I agree that everybody should be doing it. However - there are elements of it
that are skilled and tricky to pick up. Having experts around is handy. They
can do stuff better, help facilitate and teach the rest of the team, and get
things moving more quickly.

I'm about half dev and half UX in my skill set. I can train anybody to do some
basic usability testing in an afternoon. But that person is going to miss some
stuff that I see because I've been doing it for fifteen odd years and am
bloody good at it. Ditto for user interviewing. Ditto for interaction design.

You get exactly the same thing on the dev side. Everybody should have some
basics about operations, database design, system architecture, etc. But in any
team more than two or three people you'll usually find some folk who are
experts. They'll be the DBA gal or the devops guy.

That's doesn't mean having a DBA or a devops person requires the rest of the
team suddenly forget about all their database/operations knowledge, or that
the rest of the team shouldn't be involved in DBA/operations work. But having
an expert around is useful. They can help you solve problems that you may not
have come across before. They can help teach you new and better ways of doing
things.

The great DBA and devops folk get the rest of the team up to speed with
database/operations work as much as possible so they can focus on the _really_
hard problems that are going to get in the way of the rest of the team's work.

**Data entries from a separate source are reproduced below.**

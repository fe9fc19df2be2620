// The kit with this board's filters: what a firmware is between its interrupt and its main loop.
#pragma once

#include <cstdint>
#include <memory>
#include <vector>

#include "rigs/virtual-board/filter_set.hpp"
#include "rigs/virtual-board/options.hpp"

namespace halflsb::board {

/// Only one can exist: the kit has one instance.
class Board {
public:
    /// `chosen`: 1 to most_filters filters.
    Board(const Options& options, std::vector<FilterParts> chosen, AverageSetting& average, const Faults& faults);
    ~Board();
    Board(const Board&) = delete;
    Board& operator=(const Board&) = delete;

    /// Power-up.
    void start();
    void receive(const std::uint8_t* bytes, std::size_t count);
    /// Handles one frame; false when there is none.
    bool poll();
    /// What the kit has written since it was last emptied.
    std::vector<std::uint8_t>& written();

    /// Since the program began.
    std::uint64_t blocks() const;
    std::uint64_t samples() const;
    /// Counts up at each reset of a filter; the filter that was reset last.
    std::uint64_t resets() const;
    const std::string& running_filter() const;
};

inline constexpr std::size_t most_filters = 32;

}  // namespace halflsb::board
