#include "rigs/virtual-board/filter_set.hpp"

#include <algorithm>
#include <iterator>
#include <utility>

namespace halflsb::board {

namespace {

constexpr std::string_view checkweigher = "load-cell,smoothing,quick-smoothing,mains-notch,settle,settle-q31";

/// The filter of rigs/filters, a sample at a time.
class CleanSteps : public CodeFilter {
public:
    explicit CleanSteps(const FilterParts& parts) : parts_(parts) {}
    void reset() override { parts_.reset(); }
    void reset_half() override { parts_.reset_half(); }
    std::int32_t step(std::int32_t x) override {
        alignas(4) std::uint8_t word[4];
        put_code(word, 0, parts_.format, x);
        parts_.process(word, word, 1);
        return code_at(word, 0, parts_.format);
    }

private:
    FilterParts parts_;
};

/// In front of a filter that changes the rate faults are put around this.
class Taken : public CodeFilter {
public:
    void reset() override {}
    void reset_half() override {}
    std::int32_t step(std::int32_t x) override { return x; }
};

}  // namespace

OfferedFilter::OfferedFilter(FilterParts parts, const Faults& faults)
    : parts_(std::move(parts)), out_format_(parts_.format) {
    const std::vector<FilterParts> channels =
        parts_.channels.empty() ? std::vector<FilterParts>{parts_} : parts_.channels;
    if (channels.size() == 2) channel_faults_ = faults.channels;
    if (!parts_.channels_alike) channel_faults_.shared_state = false;
    if (faults.wrong_justification && has_spare_bits(parts_.format)) out_format_ = other_justification(parts_.format);
    const auto deviates = [&](const FilterParts& channel) {
        return faults.deviation.any() && channel.variant != nullptr;
    };
    if (faults.passage.empty() && !channel_faults_.any() && out_format_ == parts_.format &&
        std::none_of(channels.begin(), channels.end(), deviates)) {
        return;
    }
    for (const FilterParts& channel : channels) {
        std::unique_ptr<CodeFilter> filter;
        if (channel.process_rate) {
            filter = std::make_unique<Taken>();
        } else if (deviates(channel)) {
            filter = channel.variant(faults.deviation);
        } else {
            filter = std::make_unique<CleanSteps>(channel);
        }
        for (PassageFault fault : faults.passage) filter = with_fault(fault, channel.format, std::move(filter));
        faulty_.push_back(std::move(filter));
    }
}

void OfferedFilter::reset() {
    if (faulty_.empty() || parts_.process_rate) parts_.reset();
    for (const auto& channel : faulty_) channel->reset();
}

void OfferedFilter::process(const void* in, void* out, std::uint16_t count) {
    if (faulty_.empty()) {
        parts_.process(in, out, count);
        return;
    }
    const std::size_t channels = faulty_.size();
    std::vector<std::int32_t> codes(channels);
    for (const auto& channel : faulty_) channel->begin_block();
    for (std::size_t first = 0; first < channels * count; first += channels) {
        for (std::size_t c = 0; c < channels; ++c) codes[c] = code_at(in, first + c, parts_.format);
        if (channel_faults_.swapped) std::swap(codes[0], codes[1]);
        const std::int32_t leak = channel_faults_.crosstalk ? codes[0] >> 7 : 0;
        for (std::size_t c = 0; c < channels; ++c) {
            codes[c] = faulty_[channel_faults_.shared_state ? 0 : c]->step(codes[c]);
        }
        if (leak != 0) codes[1] = std::clamp(codes[1] + leak, -32768, 32767);  // pairs are q15
        for (std::size_t c = 0; c < channels; ++c) put_code(out, first + c, out_format_, codes[c]);
    }
}

std::uint16_t OfferedFilter::process_rate(const void* in, void* out, std::uint16_t count) {
    if (faulty_.empty()) return parts_.process_rate(in, out, count);
    faulty_[0]->begin_block();
    std::vector<std::int16_t> taken(count);  // the sets of these filters are q15
    for (std::size_t i = 0; i < count; ++i)
        put_code(taken.data(), i, parts_.format, faulty_[0]->step(code_at(in, i, parts_.format)));
    return parts_.process_rate(taken.data(), out, count);
}

bool OfferedFilter::load(std::uint8_t table, std::uint16_t offset, const std::int32_t* values, std::uint8_t count) {
    return parts_.load != nullptr && parts_.load(table, offset, values, count);
}

std::vector<FilterParts> choose_filters(std::string_view choice, std::vector<FilterParts> all, std::string& problem) {
    const auto set_of = [](const FilterParts& filter) -> std::string_view {
        if (filter.kind == FilterKind::decision) return "decisions";
        return filter.kind == FilterKind::rate ? "rates" : "all";
    };
    if (choice == "all" || choice == "decisions" || choice == "rates") {
        std::vector<FilterParts> set;
        std::copy_if(all.begin(), all.end(), std::back_inserter(set),
                     [&](const FilterParts& filter) { return set_of(filter) == choice; });
        return set;
    }
    if (choice == "cw-7") choice = checkweigher;
    std::vector<FilterParts> chosen;
    while (true) {
        const std::size_t comma = choice.find(',');
        const std::string_view name = choice.substr(0, comma);
        const auto found = std::find_if(all.begin(), all.end(), [&](const auto& f) { return f.name == name; });
        if (found == all.end()) {
            std::vector<std::string_view> known = {"all", "cw-7", "decisions", "rates"};
            for (const FilterParts& filter : all) known.push_back(filter.name);
            problem = "no filter is called \"" + std::string(name) + "\"; the nearest is \"" +
                      std::string(nearest(name, known)) + "\"";
            return {};
        }
        chosen.push_back(*found);
        if (comma == std::string_view::npos) return chosen;
        choice.remove_prefix(comma + 1);
    }
}

}  // namespace halflsb::board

That's what good UX folk do too (in my experience). They help get the whole
team focused on thinking about users, and focus on helping solve the hard UX
issues that are going to get in the team's way.

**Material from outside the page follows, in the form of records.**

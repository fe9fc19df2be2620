#include "rigs/virtual-board/sample_words.hpp"

#include <algorithm>
#include <array>

#include "rigs/kit/halflsb_kit.h"

namespace halflsb::board {

namespace {

struct Number {
    std::size_t bytes;
    int bits;
    bool is_offset;
};

Number number_of(Format format) {
    switch (format & 0x1F) {
        case HALFLSB_Q15:
        case HALFLSB_I16:
            return {2, 16, false};
        case HALFLSB_Q7:
        case HALFLSB_I8:
            return {1, 8, false};
        case HALFLSB_U8:
            return {1, 8, true};
        case HALFLSB_U12:
            return {2, 12, true};
        case HALFLSB_U16:
            return {2, 16, true};
        case HALFLSB_I24:
            return {(format & HALFLSB_PACKED) != 0 ? std::size_t{3} : std::size_t{4}, 24, false};
        default:
            return {4, 32, false};
    }
}

bool is_left(Format format) { return (format & HALFLSB_LEFT) != 0; }

int spare_bits(Format format) {
    const Number number = number_of(format);
    return static_cast<int>(8 * number.bytes) - number.bits;
}

/// The word's bytes in memory, the least significant at place 0: this machine is little-endian, and so are packed
/// words.
std::size_t place_of(std::size_t byte, const Number& number, Format format) {
    return (format & HALFLSB_BIG) != 0 ? number.bytes - 1 - byte : byte;
}

}  // namespace

static_assert(__BYTE_ORDER__ == __ORDER_LITTLE_ENDIAN__, "the virtual board runs on little-endian machines");

std::string text_of(Format format) {
    constexpr std::array<const char*, 12> names = {"?",  "q15", "q31", "i16", "i32", "f32",
                                                   "q7", "i8",  "i24", "u8",  "u12", "u16"};
    const std::size_t number = format & 0x1Fu;
    std::string text = names[number < names.size() ? number : 0];
    if (is_left(format)) text += ", left-justified";
    if ((format & HALFLSB_PACKED) != 0) text += ", packed";
    if ((format & HALFLSB_BIG) != 0) text += ", big-endian";
    return text;
}

std::size_t word_bytes(Format format) { return number_of(format).bytes; }
int value_bits(Format format) { return number_of(format).bits; }
bool is_float(Format format) { return (format & 0x1F) == HALFLSB_F32; }
bool has_spare_bits(Format format) { return spare_bits(format) > 0; }
Format other_justification(Format format) { return static_cast<Format>(format ^ HALFLSB_LEFT); }

std::int32_t zero_code(Format format) {
    const Number number = number_of(format);
    return number.is_offset ? std::int32_t{1} << (number.bits - 1) : 0;
}

std::int32_t code_at(const void* words, std::size_t i, Format format) {
    const Number number = number_of(format);
    const auto* word = static_cast<const std::uint8_t*>(words) + i * number.bytes;
    std::uint32_t bits = 0;
    for (std::size_t byte = 0; byte < number.bytes; ++byte) {
        bits |= std::uint32_t{word[place_of(byte, number, format)]} << (8 * byte);
    }
    const int unused = 32 - static_cast<int>(8 * number.bytes);
    const int down = is_left(format) ? spare_bits(format) : 0;
    if (number.is_offset) return static_cast<std::int32_t>(bits >> down);
    return static_cast<std::int32_t>(bits << unused) >> (unused + down);
}

void put_code(void* words, std::size_t i, Format format, std::int32_t code) {
    const Number number = number_of(format);
    auto* word = static_cast<std::uint8_t*>(words) + i * number.bytes;
    const std::uint32_t bits = static_cast<std::uint32_t>(code) << (is_left(format) ? spare_bits(format) : 0);
    for (std::size_t byte = 0; byte < number.bytes; ++byte) {
        word[place_of(byte, number, format)] = static_cast<std::uint8_t>(bits >> (8 * byte) & 0xFFu);
    }
}

std::int32_t bytes_swapped(Format format, std::int32_t code) {
    std::array<std::uint8_t, 4> word{};
    put_code(word.data(), 0, format, code);
    std::reverse(word.begin(), word.begin() + static_cast<std::ptrdiff_t>(word_bytes(format)));
    return code_at(word.data(), 0, format);
}

std::int32_t inverted(Format format, std::int32_t code) {
    if (is_float(format)) return static_cast<std::int32_t>(static_cast<std::uint32_t>(code) ^ 0x80000000u);
    const std::int64_t zero = zero_code(format);
    const std::int64_t highest = (std::int64_t{1} << (value_bits(format) - 1)) - 1;
    return static_cast<std::int32_t>(std::min(zero - code, highest) + zero);
}

}  // namespace halflsb::board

 _Prototypes and architectures divorced from working code are the kinds of
thing that bog a project down and get in the way of people doing the real
work, i.e. making the actual product._

No argument from me. No argument from most UX folk I know either :-)

 _I don't know what a "UX Designer" does, other than claim to do all the
product thinking. In my experience, they mostly talk vaguely about how
important they are._

Yup. Those people suck. As do some developers with "software architecture"
type titles :-)

------
talmand
3\. So a designer who uses lorem ipsum is not a designer? What? So if he's
hired to work on a project he sits around waiting for copy before comping
design ideas? As someone who's been in this position it is quite wonderful to
start with finished or semi-finished copy but that doesn't always happen.

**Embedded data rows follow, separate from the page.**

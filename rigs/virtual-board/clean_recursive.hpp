// The filters of rigs/filters with feedback of the first order or at one delay, as the CW-7 uses them, and filters of
// several channels.
#pragma once

#include <string>
#include <vector>

#include "rigs/virtual-board/clean_filters.hpp"

namespace halflsb::board {

/// y += (x - y) / 16; the state's lower bits floored, or rounded halves upward, where it is cut to a sample.
FilterParts level(std::string name, bool rounds);
/// A DC blocker with its pole at 1 - 2^-8: 0.75 Hz at 1200 samples a second.
FilterParts drain(std::string name);
/// y[n] = 1/2 x[n] + 1/4 x[n-24] + 1/4 y[n-24]: unity gain at 0 and each multiple of 50 Hz at 1200 samples a second.
/// The three coefficients are table 0.
FilterParts echo_comb(std::string name);

/// Samples of one instant are adjacent; each channel passes a filter of its own. All have one format, and no table.
FilterParts channels_of(std::string name, std::vector<FilterParts> channels, bool alike);

}  // namespace halflsb::board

4\. A designer who sweats every detail is a designer that never finishes.
Sometimes the designer just has to let loose those details that only that
designer realizes are a potential issue in the design, not functionality. If
during review enough comment on it then fix it, otherwise let it go.

10\. I cannot agree with this more. Although I'm a front-end developer so I
may be biased just a tad bit.

14\. I don't necessarily agree with this. It depends on the project and
established goals. As someone else pointed out, if you do this you may give
the desktop user a less than ideal experience. If you're willing to put some
of that cut stuff back in for the desktop people at some point then sure. But
to give a mobile experience to desktop people cannot be a good thing.

15\. Almost contradicts rule #4. Some people would say sweating the details is
close to over design.

26\. This is excellent advice. The hard part is knowing the difference between
an app with a good design versus bad. This is a hugely subjective thing.
Popular apps don't necessarily have good UI. Also, be careful, because in
today's environment if you get an idea from an app you may get sued for it.

29\. Not necessarily true. Depends on the people. Your best bud may refuse to
document his code in a useful way (or he may just suck at it) and the best
coder in your group may be a total jerk outside the professional environment.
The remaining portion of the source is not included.